THE RADIOLOGY OF SUICIDE BOMBING TERRORISM

By Louis Rene Beres, Ph.D. and Michael L. Messing, M.D.

What, exactly, does the Palestinian suicide bomber really seek?
 
Above all, he wants to transform pain into power. In maiming, burning and exploding Israeli men, women and children, this terrorist has already learned from the torturer. He reasons that pain, to be purposeful, must point convincingly toward the victim's death, but that even "survivors" must suffer terribly.
In the fashion of the torturer, the Palestinian suicide bomber takes what is usually private and incommunicable, the pain contained within the boundaries of the sufferer's own body, and exploits it to
affect the behaviour of others. A grotesque form of theatre that draws political power from the innermost depths of privacy, suicide bombing terrorism manipulates and amplifies pain within the individual
victim's body for the express purpose of influencing others who live outside that body.
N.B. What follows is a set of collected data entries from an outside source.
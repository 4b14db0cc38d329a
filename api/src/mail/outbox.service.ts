import { Inject, Injectable, Logger, type OnModuleDestroy } from '@nestjs/common'
import { ConfigService } from '@nestjs/config'
import { Interval } from '@nestjs/schedule'
import { and, eq, inArray, isNull, lte, sql } from 'drizzle-orm'
import type { Transporter } from 'nodemailer'
import type { Environment } from '../config/environment.ts'
import type { Database, Transaction } from '../database/connection.ts'
import { InjectDatabase } from '../database/inject-database.ts'
import { mails } from '../database/schema/mails.ts'
import type { Message } from './messages.ts'

export const MAIL_TRANSPORT = Symbol('mail transport')

/** Minutes to wait after the first, second … failed try; after the last the mail is given up. */
export const waitMinutes = [1, 5, 30, 120, 480, 1440] as const
/** A mail that is being sent is left alone this long; if the process dies meanwhile it is tried again then. */
const claimMinutes = 5
const batch = 20

const minutesFromNow = (minutes: number) => new Date(Date.now() + minutes * 60_000)

@Injectable()
export class OutboxService implements OnModuleDestroy {
  private readonly logger = new Logger('Mail')
  private readonly from: string
  private sending: Promise<void> | undefined
  private isNudged = false
  private isStopping = false

  constructor(
    @InjectDatabase() private readonly database: Database,
    @Inject(MAIL_TRANSPORT) private readonly transport: Pick<Transporter, 'sendMail'>,
    config: ConfigService<Environment, true>,
  ) {
    this.from = config.get('MAIL_FROM', { infer: true })
  }

  /** Part of the transaction of what causes the mail: either both happen or neither. Call `nudge` after it. */
  async add(transaction: Transaction, recipient: string, message: Message) {
    await transaction.insert(mails).values({ recipient, ...message })
  }

  /** Sends what is due now; without it the mail waits for the next round. */
  @Interval(15_000)
  nudge() {
    if (this.isStopping) return
    this.isNudged = true
    this.sending ??= this.sendWhileNudged().finally(() => {
      this.sending = undefined
    })
  }

  async onModuleDestroy() {
    this.isStopping = true
    await this.sending
  }

  private async sendWhileNudged() {
    while (this.isNudged && !this.isStopping) {
      this.isNudged = false
      await this.sendDue().catch((error: unknown) => this.logger.error(error))
    }
  }

  async sendDue() {
    for (let claimed = await this.claim(); claimed.length > 0; claimed = await this.claim()) {
      for (const mail of claimed) await this.send(mail)
    }
  }

  /** Takes some mails that are due, so that no other process takes them; a try is counted when it begins. */
  private async claim() {
    const isDue = and(isNull(mails.sentAt), isNull(mails.deadAt), lte(mails.nextTryAt, new Date()))
    const due = this.database
      .select({ id: mails.id })
      .from(mails)
      .where(isDue)
      .orderBy(mails.nextTryAt)
      .limit(batch)
      .for('update', { skipLocked: true })
    return this.database
      .update(mails)
      .set({ tries: sql`${mails.tries} + 1`, nextTryAt: minutesFromNow(claimMinutes) })
      .where(inArray(mails.id, due))
      .returning()
  }

  private async send(mail: typeof mails.$inferSelect) {
    const outcome = await this.transport
      .sendMail({
        from: this.from,
        to: mail.recipient,
        subject: mail.subject,
        text: mail.text,
        html: mail.html,
        // The same at every try, so that a mail sent twice can be known as one.
        messageId: `<${mail.id}@leatwright>`,
      })
      .then(
        () => ({ sentAt: new Date(), lastError: null }),
        (error: unknown) => this.afterFailure(mail, error),
      )
    await this.database.update(mails).set(outcome).where(eq(mails.id, mail.id))
  }

  private afterFailure(mail: typeof mails.$inferSelect, error: unknown) {
    const lastError = error instanceof Error ? error.message : String(error)
    const wait = waitMinutes[mail.tries - 1]
    if (wait === undefined) {
      this.logger.error(`Mail ${mail.id} is given up after ${mail.tries} tries: ${lastError}`)
      return { lastError, deadAt: new Date() }
    }
    this.logger.warn(`Mail ${mail.id} could not be sent and is tried again in ${wait} min: ${lastError}`)
    return { lastError, nextTryAt: minutesFromNow(wait) }
  }
}
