import type { Quantity } from '../definition.ts'
import { conversion, isUnit, quantities, quantityOf, type UnitName } from './quantities.ts'

export type Reading =
  | { ok: true; value: number; unit: string; figures: number }
  | {
      ok: false
      code: 'empty' | 'no-number' | 'two-ways' | 'no-unit' | 'unknown-unit' | 'wrong-quantity'
      message: string
    }

type Refusal = Extract<Reading, { ok: false }>
const refuse = (code: Refusal['code'], message: string): Refusal => ({ ok: false, code, message })

/** Ways of writing a unit that the unit library does not know, lower case and without spaces. */
const otherSpellings = new Map<string, string>(
  Object.entries({
    lps: 'L/s',
    ltr: 'L',
    ltrs: 'L',
    litre: 'L',
    litres: 'L',
    liter: 'L',
    liters: 'L',
    lpm: 'L/min',
    cumecs: 'm³/s',
    cumec: 'm³/s',
    rpm: 'rev/min',
    'r/min': 'rev/min',
    'rev/min': 'rev/min',
    'revs/min': 'rev/min',
    '1/min': 'rev/min',
    deg: '°',
    degree: '°',
    degrees: '°',
    c: '°C',
    degc: '°C',
    celsius: '°C',
    f: '°F',
    degf: '°F',
    percent: '%',
    pct: '%',
    metre: 'm',
    metres: 'm',
    meters: 'm',
    watts: 'W',
    bars: 'bar',
    inch: 'in',
    '"': 'in',
  }),
)

/** As the unit library spells it: m³/s and m3/s become m^3/s, sec becomes s. */
const librarySpelling = (text: string): string =>
  text
    .replace(/³/g, '^3')
    .replace(/²/g, '^2')
    .replace(/([a-zA-Z])([23])(?![0-9])/g, '$1^$2')
    .replace(/[·⋅*]/g, ' ')
    .replace(/[µμ]/g, 'u')
    .replace(/\/(sec|second|seconds)$/i, '/s')
    .replace(/\/(min|mins|minutes)$/i, '/minute')
    .replace(/\/(h|hr|hrs|hours)$/i, '/hour')
    .replace(/^(litres?|liters?|ltrs?)(?=\/)/i, 'L')
    .replace(/ per /i, '/')

const squeeze = (text: string): string => text.toLowerCase().replace(/\s+/g, '')

const findUnit = (text: string, quantity: Quantity): UnitName | undefined => {
  const { units, si } = quantities[quantity]
  const known = [...units, si]
  const written = text.replace(/\s*\/\s*/g, '/').trim()
  const exact = known.find((unit) => unit.name === written)
  if (exact) return exact
  const spelling = otherSpellings.get(squeeze(written)) ?? written
  const loosely = known.find((unit) => squeeze(unit.name) === squeeze(spelling))
  const mathjs = librarySpelling(spelling)
  // "mW" and "MW" differ: an exact spelling of the unit library goes before one that is right but for capitals.
  if (isUnit(mathjs) && conversion(quantity, { name: spelling, mathjs })) return { name: spelling, mathjs }
  if (loosely) return loosely
  const byLibrary = known.find((unit) => unit.mathjs !== undefined && squeeze(unit.mathjs) === squeeze(mathjs))
  if (byLibrary) return byLibrary
  return isUnit(mathjs.toLowerCase()) && conversion(quantity, { name: spelling, mathjs: mathjs.toLowerCase() })
    ? { name: spelling, mathjs: mathjs.toLowerCase() }
    : undefined
}

const digit = /[0-9]/

/**
 * The number at the start of a text, however its writer groups and points it: 9,5 · 9.5 · 1 450 · 1,450.5 · 1.450,5 · 2e-3.
 * A lone comma before three digits can be read two ways and is refused.
 */
const readNumber = (text: string, example: string): { value: number; figures: number; rest: string } | Refusal => {
  const found =
    /^([+\-−]?)\s*((?:\d[\d \u00a0\u202f\u2009'’]*)?(?:[.,]?\d[\d \u00a0\u202f\u2009]*)*)((?:\s*[e×x]\s*(?:10\s*\^?\s*)?[+\-−]?\s*\d+)?)/i.exec(
      text,
    )
  const body = found?.[2]?.trim() ?? ''
  if (!found || !digit.test(body)) return refuse('no-number', `Start with a number, for example ${example}.`)
  const compact = body.replace(/[\s\u00a0\u202f\u2009'’]/g, '')
  const commas = compact.split(',').length - 1
  const dots = compact.split('.').length - 1
  let plain: string
  if (commas === 0 && dots <= 1) plain = compact
  else if (commas === 1 && dots === 0) {
    if (/^[1-9]\d{0,2},\d{3}$/.test(compact))
      return refuse(
        'two-ways',
        `“${body}” can be read as ${compact.replace(',', '.')} or as ${compact.replace(',', '')}: write it without the comma.`,
      )
    plain = compact.replace(',', '.')
  } else if (/^\d{1,3}(,\d{3})+(\.\d*)?$/.test(compact)) plain = compact.replace(/,/g, '')
  else if (/^\d{1,3}(\.\d{3})+(,\d*)?$/.test(compact)) plain = compact.replace(/\./g, '').replace(',', '.')
  else return refuse('no-number', `“${body}” is not one number: write it like ${example}.`)
  const power = /[+\-−]?\s*\d+$/.exec(found[3]!)?.[0].replace('−', '-').replace(/\s/g, '') ?? '0'
  const value = Number(`${plain}e${power}`) * (found[1] === '-' || found[1] === '−' ? -1 : 1)
  return { value, figures: figuresIn(plain), rest: text.slice(found[0].length).trim() }
}

/** Significant figures of a number as it was written; zeros at the end of a whole number are counted. */
const figuresIn = (plain: string): number => plain.replace('.', '').replace(/^0+/, '').length || 1

/**
 * Reads what a person typed for a quantity: "9,5 l/s", "0.0095 m3/s", "110mm", "1 450 rpm". A number without a unit takes `unit`;
 * without one it is refused, unless the quantity has none. Never throws.
 */
export const parse = (text: string, quantity: Quantity, unit?: string): Reading => {
  const { words, example } = quantities[quantity]
  const trimmed = text.trim()
  if (trimmed === '') return refuse('empty', `Write ${words}, for example ${example}.`)
  const number = readNumber(trimmed, example)
  if ('ok' in number) return number
  if (!Number.isFinite(number.value))
    return refuse('no-number', `That number is too large to work with. Write ${words} like ${example}.`)

  const unitText = number.rest === '' ? unit : number.rest
  const chosen = unitText === undefined ? unitless(quantity) : findUnit(unitText, quantity)
  if (chosen) {
    const value = conversion(quantity, chosen)!.toSi(number.value)
    return { ok: true, value, unit: chosen.name, figures: number.figures }
  }
  if (unitText === undefined) return refuse('no-unit', `Say the unit too, for example ${example}.`)
  const spelling = librarySpelling(otherSpellings.get(squeeze(unitText)) ?? unitText)
  if (isUnit(spelling)) {
    const meant = quantityOf(spelling)
    return refuse(
      'wrong-quantity',
      `${meant ? `“${unitText}” measures ${quantities[meant].words.replace(/^an? /, '')}` : `“${unitText}” does not measure this`}; ${words} is wanted, for example ${example}.`,
    )
  }
  return refuse('unknown-unit', `The unit “${unitText}” is not known here; write ${words} like ${example}.`)
}

const unitless = (quantity: Quantity): UnitName | undefined =>
  quantities[quantity].units.find((unit) => unit.name === '')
Violating the inviolable, it declares with unspeakable cruelty that everyone's most personal horror can be made public.
Consider the personal horror. During the routine rotation of a radiologist in a busy city hospital, the variety of patient problems (e.g.,pneumonia, broken wrists, heart failure, abdominal pain, pregnancy, etc) reveal just another difficult workday.
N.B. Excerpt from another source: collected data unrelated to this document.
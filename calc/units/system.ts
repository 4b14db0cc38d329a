import type { Quantity } from '../definition.ts'
import { quantities } from './quantities.ts'

export type UnitSystem = 'metric' | 'imperial'

/** The unit of the other system that stands for a metric one. Power stays in watts and kilowatts, as alternators are sold everywhere. */
const imperialFor: Readonly<Record<string, string>> = {
  mm: 'in',
  cm: 'in',
  m: 'ft',
  km: 'ft',
  L: 'US gal',
  'm³': 'ft³',
  'L/s': 'US gal/min',
  'm³/s': 'ft³/s',
  'm/s': 'ft/s',
  bar: 'psi',
  kPa: 'psi',
  MPa: 'psi',
  kg: 'lb',
  t: 'lb',
  N: 'lbf',
  kN: 'lbf',
  '°C': '°F',
  'mm²': 'in²',
  'm²': 'ft²',
}

/** The one piece of state in this library: in which units results, ranges and cautions are said. A server says them in metric ones. */
let shown: UnitSystem = 'metric'

export const showUnitsOf = (system: UnitSystem): void => {
  shown = system
}

export const shownSystem = (): UnitSystem => shown

/** The unit in which one of this name is shown. */
export const shownUnit = (quantity: Quantity, name: string): string => {
  const other = shown === 'imperial' ? imperialFor[name] : undefined
  return other !== undefined && quantities[quantity].units.some((unit) => unit.name === other) ? other : name
}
But things are now very different in Shaare Zedek and Hadassah Hospitals in Jerusalem, and in many
other hospitals scattered across Israel. With the latest wave of suicide bombings, unique and hideous trauma, evident on radiographic images, has become a "regular" part of the Israeli physician's daily
practice.
X-rays of suicide bombing victims often show hundreds of metallic fragments, ranging in size from millimetres to whole nails, grotesquely embedded in the victims' bodies - literally from head to foot. What had been created originally for constructive purposes has been transformed by Arab terrorists into the very deadliest of destructive projectiles.
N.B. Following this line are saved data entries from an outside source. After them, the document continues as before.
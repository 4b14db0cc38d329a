import fc from 'fast-check'
import { describe, expect, test } from 'vitest'
import type { Quantity } from '../definition.ts'
import { fieldText, format, formatNumber, join, say, unitFor } from './format.ts'
import { parse } from './parse.ts'
import { quantities } from './quantities.ts'

const space = '\u00a0'

describe('a number to so many digits', () => {
  test.each([
    [3.8412, 3, '3.84'],
    [3.8, 3, '3.80'],
    [0.0095, 3, '0.00950'],
    [999.6, 3, '1000'],
    [1450, 3, '1450'],
    [1456, 3, '1460'],
    [9999, 2, `10${space}000`],
    [95_700, 3, `95${space}700`],
    [1_234_567, 3, `1${space}230${space}000`],
    [-12.34, 3, '−12.3'],
    [0, 3, '0'],
    [0.00123, 2, '0.0012'],
    [1.5e-6, 2, '1.5 × 10⁻⁶'],
    [2.5e9, 2, '2.5 × 10⁹'],
    [-3e12, 2, '−3.0 × 10¹²'],
    [0.000_099_99, 2, '0.00010'],
  ])('%d to %d digits is %s', (value, digits, text) => {
    expect(formatNumber(value, digits)).toBe(text)
  })

  test('it never writes more than it rounds: the text is within half a unit of its last digit', () => {
    fc.assert(
      fc.property(fc.double({ min: 1e-3, max: 1e7, noNaN: true }), fc.integer({ min: 2, max: 6 }), (value, digits) => {
        const read = Number(formatNumber(value, digits).replaceAll(space, ''))
        expect(Math.abs(read - value) / value).toBeLessThanOrEqual(0.5 * 10 ** (1 - digits) * (1 + 1e-9))
      }),
    )
  })
})

describe('the unit in which a value reads best', () => {
  test.each<[Quantity, number, string]>([
    ['length', 0.11, 'mm'],
    ['length', 120, 'm'],
    ['length', 12_000, 'km'],
    ['flow', 0.0095, 'L/s'],
    ['flow', 1.4, 'm³/s'],
    ['power', 640, 'W'],
    ['power', 1800, 'kW'],
    ['power', 2.4e6, 'MW'],
    ['pressure', 330_000, 'bar'],
    ['energy', 4.32e7, 'kWh'],
    ['area', 0.0074, 'mm²'],
    ['area', 0.4, 'm²'],
    ['power', -1800, 'kW'],
  ])('%s %d in %s', (quantity, value, unit) => {
    expect(unitFor(quantity, value).name).toBe(unit)
  })

  test('the one that is asked for goes first; one that there is not is an error', () => {
    expect(unitFor('power', 640, 'kW').name).toBe('kW')
    expect(() => unitFor('power', 640, 'bar')).toThrow(RangeError)
  })
})

describe('as it is shown', () => {
  test.each<[Quantity, number, Parameters<typeof format>[2], string]>([
    ['flow', 0.0095, {}, `9.50${space}L/s`],
    ['flow', 0.0095, { digits: 2, unit: 'm³/s' }, `0.0095${space}m³/s`],
    ['rotation', 1456, { digits: 4 }, `1456${space}rev/min`],
    ['angle', 45, { digits: 2 }, '45°'],
    ['fraction', 0.5512, {}, `55.1${space}%`],
    ['ratio', 0.97, {}, '0.970'],
    ['count', 12, {}, '12'],
    ['count', 18_000, {}, `18${space}000`],
    ['temperature', 10, { digits: 2, unit: '°F' }, `50${space}°F`],
  ])('%s %d', (quantity, value, how, text) => {
    expect(join(format(value, quantity, how))).toBe(text)
  })
})

describe('as it is said, with every digit that it has and no more', () => {
  test.each<[Quantity, number, string | undefined, string]>([
    ['head', 12, undefined, `12${space}m`],
    ['length', 5e-5, undefined, `0.05${space}mm`],
    ['flow', 0.1 + 0.2, undefined, `300${space}L/s`],
    ['length', 1.1, 'mm', `1100${space}mm`],
    ['angle', 22.5, undefined, '22.5°'],
    ['ratio', 0.97, undefined, '0.97'],
    ['head', 0, undefined, `0${space}m`],
  ])('%s %d', (quantity, value, unit, text) => {
    expect(say(value, quantity, unit)).toBe(text)
  })

  test('very small and very large numbers are written with a power, which can be read again', () => {
    expect(fieldText(1.5e-9, 'head', 'm')).toBe('1.5e-9')
    expect(parse('1.5e-9 m', 'head')).toMatchObject({ value: 1.5e-9 })
  })

  test('what is said can be read again', () => {
    const everyQuantity = Object.keys(quantities) as Quantity[]
    fc.assert(
      fc.property(
        fc.constantFrom(...everyQuantity),
        fc.double({ min: 1e-4, max: 1e6, noNaN: true }),
        (quantity, value) => {
          const reading = parse(say(value, quantity), quantity)
          expect(reading.ok && Math.abs(reading.value - value)).toBeLessThanOrEqual(1e-9 * Math.max(1, value))
        },
      ),
    )
  })
})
Nails, screws, nuts and ball-bearings are packed by the suicide bombers into their explosive vests to maximize their lethal effects and to inflict unimaginable pain and suffering on innocent bodies. These maliciously transformed objects are propelled with the force of bullets, penetrating skin, flesh and bone with a furious indifference to civilized human behaviour. The nails fly head first, presenting themselves in a strangely surreal yet orderly arrangement within the victims' bodies. Many are embedded "only" to the depth of their entrance sites. Others burrow their way in more deeply, and lodge under the skin where the
examining physician can actually touch and feel their alien presence. Others must be removed after hours of meticulous exploration. Still others enter the body far deeper, perforating and lacerating vital organs at random.
CT scans of these victims' heads show blood, air, metal and bone fragments displacing normal brain tissue.
The "lucky" patient who survives the initial explosive insult may often require extensive surgery to repair damaged organs.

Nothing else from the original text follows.